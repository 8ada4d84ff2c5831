/* twinhorizon: linear stability of sonic horizon pairs in Bose-Einstein condensates
 * SPDX-License-Identifier: GPL-3.0-or-later
 *
 * Shape tanh: uniform density and speed, sound speed with two smooth edges
 * as in edges.h with f = c, their centres placed so that each edge alone has its horizon, c = v, at
 * -gap/2 or gap/2. Goes in: values of the keys. Comes out: a flow whose edges are smooth pieces,
 * with uniform ones between and (on a ring) around them where the tails have fallen below rounding.
 * May call: edges, flow, status.
 *
 * To add a shape see shapes.c. Proved by tests/test_flow.c. */
#include "edges.h"

#include <math.h>

enum { SPEED, SOUND_UPSTREAM, SOUND_POCKET, SOUND_DOWNSTREAM, WIDTH_BLACK, WIDTH_WHITE, GAP, KEYS };

typedef struct {
    double n, v;
    th_edges c;
} smooth;

static void eval(const void *ctx, int piece, double x, th_flow_point *point)
{
    const smooth *s = ctx;
    double c[3];

    th_edges_eval(&s->c, piece, x, c);
    *point = (th_flow_point){.n = s->n, .v = s->v, .c = c[0], .dc = c[1]};
}

static th_status place(th_edges *c, int which, double horizon, double v, const char *name,
                       th_error *err)
{
    if (th_edges_place(c, which, horizon, v))
        return TH_OK;
    return th_fail_key(err, TH_EINVAL, "speed",
                       "speed = %.15g does not lie between %s = %.15g and sound_pocket = %.15g", v,
                       name, c->edge[which].outer, c->pocket);
}

static th_status build(const th_flow_setup *setup, th_flow **out, th_error *err)
{
    const double *value = setup->value;
    const th_ends *ends = &setup->ends;
    th_status st = TH_EBUG;
    th_error inner = {0};
    double half = value[GAP] / 2;
    th_feature feature[2];
    th_flow_spec spec = {.eval = eval};
    smooth *s = NULL;

    st = th_shape_fits_ring(ends, value[SOUND_UPSTREAM], value[SOUND_DOWNSTREAM], value[GAP], err);
    if (st != TH_OK)
        return st;
    s = th_take(setup->workspace, 1, sizeof *s);
    if (s == NULL)
        return th_fail(err, TH_ENOMEM, "shape tanh: its parameters");
    s->n = setup->density;
    s->v = value[SPEED];
    s->c = (th_edges){
        .name = "sound speed",
        .pocket = value[SOUND_POCKET],
        .edge = {{.side = -1, .width = value[WIDTH_BLACK], .outer = value[SOUND_UPSTREAM]},
                 {.side = 1, .width = value[WIDTH_WHITE], .outer = value[SOUND_DOWNSTREAM]}},
        .sound = {value[SOUND_UPSTREAM], value[SOUND_POCKET], value[SOUND_DOWNSTREAM]}};
    st = place(&s->c, 0, -half, s->v, "sound_upstream", err);
    if (st != TH_OK)
        goto done;
    st = place(&s->c, 1, half, s->v, "sound_downstream", err);
    if (st != TH_OK)
        goto done;
    st = th_edges_cut(&s->c, ends, half, err);
    if (st != TH_OK)
        goto done;
    th_edges_spec(&s->c, &spec, feature);
    spec.ctx = s;
    st = th_shape_flow(setup, &spec, out, &inner);
    if (st == TH_OK)
        s = NULL;                                     /* the flow owns it */
    else if (st == TH_EINVAL && inner.key[0] == '\0') /* the one rule not checked above: c > 0 */
        st = th_fail_key(err, TH_EINVAL, "gap",
                         "gap = %.15g: the edges overlap so far that the sound speed falls to "
                         "zero or below",
                         value[GAP]);
    else if (err != NULL)
        *err = inner;
done:
    th_give(setup->workspace, s);
    return st;
}

const th_shape th_shape_tanh = {
    .name = "tanh",
    .doc = "uniform density and speed, sound speed with two tanh edges, horizons at -gap/2 and "
           "gap/2",
    .keys = KEYS,
    .key = {[SPEED] = {.key = "speed",
                       .dimension = TH_DIM_SPEED,
                       .below = HUGE_VAL,
                       .fixed_by_ring = true,
                       .doc = "speed of the flow, uniform, between the sound speeds of each edge"},
            [SOUND_UPSTREAM] = {.key = "sound_upstream",
                                .dimension = TH_DIM_SPEED,
                                .below = HUGE_VAL,
                                .doc = "sound speed far upstream; equal to sound_pocket: no "
                                       "black-hole edge"},
            [SOUND_POCKET] = {.key = "sound_pocket",
                              .dimension = TH_DIM_SPEED,
                              .below = HUGE_VAL,
                              .doc = "sound speed in the pocket"},
            [SOUND_DOWNSTREAM] = {.key = "sound_downstream",
                                  .dimension = TH_DIM_SPEED,
                                  .below = HUGE_VAL,
                                  .doc = "sound speed far downstream; equal to sound_pocket: no "
                                         "white-hole edge"},
            [WIDTH_BLACK] = {.key = "width_black",
                             .dimension = TH_DIM_LENGTH,
                             .below = HUGE_VAL,
                             .doc = "width of the black-hole edge"},
            [WIDTH_WHITE] = {.key = "width_white",
                             .dimension = TH_DIM_LENGTH,
                             .below = HUGE_VAL,
                             .doc = "width of the white-hole edge"},
            [GAP] = {.key = "gap",
                     .dimension = TH_DIM_LENGTH,
                     .below = HUGE_VAL,
                     .doc = "distance of the two horizons, each edge taken alone"}},
    .build = build,
};
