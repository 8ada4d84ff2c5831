/* twinhorizon: linear stability of sonic horizon pairs in Bose-Einstein condensates
 * SPDX-License-Identifier: GPL-3.0-or-later
 *
 * The library by itself: a flow given by a callback (invented: uniform density and speed, the sound
 * speed dips as a Gaussian), its growing modes. Against an installed copy:
 *     cc pocket.c $(pkg-config --cflags --libs twinhorizon) -lm -o pocket && ./pocket */
#include <math.h>
#include <stdio.h>
#include <twinhorizon/flow.h>
#include <twinhorizon/modes.h>

/* hbar = m = 1; n = v = 1; c = 1.4 - 0.9 exp(-(x/width)^2). Pure, so any thread may call it. */
static void eval(const void *ctx, int piece, double x, th_flow_point *p)
{
    const double width = *(const double *)ctx, dip = 0.9 * exp(-(x / width) * (x / width));

    (void)piece;
    *p = (th_flow_point){
        .n = 1.0, .v = 1.0, .c = 1.4 - dip, .dc = 2.0 * x / (width * width) * dip};
}

int main(void)
{
    static const double width = 4.0, edge[2] = {-26.0, 26.0}; /* uniform to rounding beyond */
    const th_feature feature = {0.0, width};
    const th_flow_spec spec = {.eval = eval,
                               .ctx = (void *)&width,
                               .pieces = 1,
                               .edge = edge,
                               .features = 1,
                               .feature = &feature};
    th_flow *flow = NULL;
    th_solution *s = NULL;
    th_error err = {0};
    th_status st = th_flow_create(&spec, &(th_ends){.kind = TH_ENDS_OPEN}, &flow, &err);

    if (st == TH_OK)
        st = th_solve(flow, &(th_solve_options){.accuracy = 1e-9}, &s, &err);
    if (st != TH_OK)
        fprintf(stderr, "%s\n", err.text);
    for (int i = 0; s != NULL && i < s->count; i++)
        if (s->mode[i].label == TH_LABEL_UNSTABLE)
            printf("%.10f + %.10f i, +- %.0e\n", s->mode[i].omega_re, s->mode[i].omega_im,
                   s->mode[i].omega_error);
    if (s != NULL)
        printf("%d growing modes; %d by census, %d by static index%s%s\n", s->unstable, s->census,
               s->index, s->verdict == TH_VERDICT_UNDECIDED ? "; undecided: " : "", s->reason);
    th_solution_destroy(s);
    th_flow_destroy(flow);
    return st != TH_OK;
}
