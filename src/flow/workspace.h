/* twinhorizon: linear stability of sonic horizon pairs in Bose-Einstein condensates
 * SPDX-License-Identifier: GPL-3.0-or-later
 *
 * The workspace of a flow, private to the library: what is made of a flow and dies before it takes
 * its memory there. */
#ifndef TH_FLOW_WORKSPACE_H
#define TH_FLOW_WORKSPACE_H

#include "twinhorizon/flow.h"
#include "../workspace.h"

/** The workspace in the setup that the flow was built of; NULL: plain memory. */
th_workspace *th_flow_workspace(const th_flow *flow);

#endif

#####

> _What is being asked_
Everything from the first line of the data through the line containing "two smooth edges" should be echoed exactly. Add nothing.

> _Task result_
repository 8ada4d84ff2c5831
/* twinhorizon: linear stability of sonic horizon pairs in Bose-Einstein condensates
 * SPDX-License-Identifier: GPL-3.0-or-later
 *
 * Shape tanh: uniform density and speed, sound speed with two smooth edges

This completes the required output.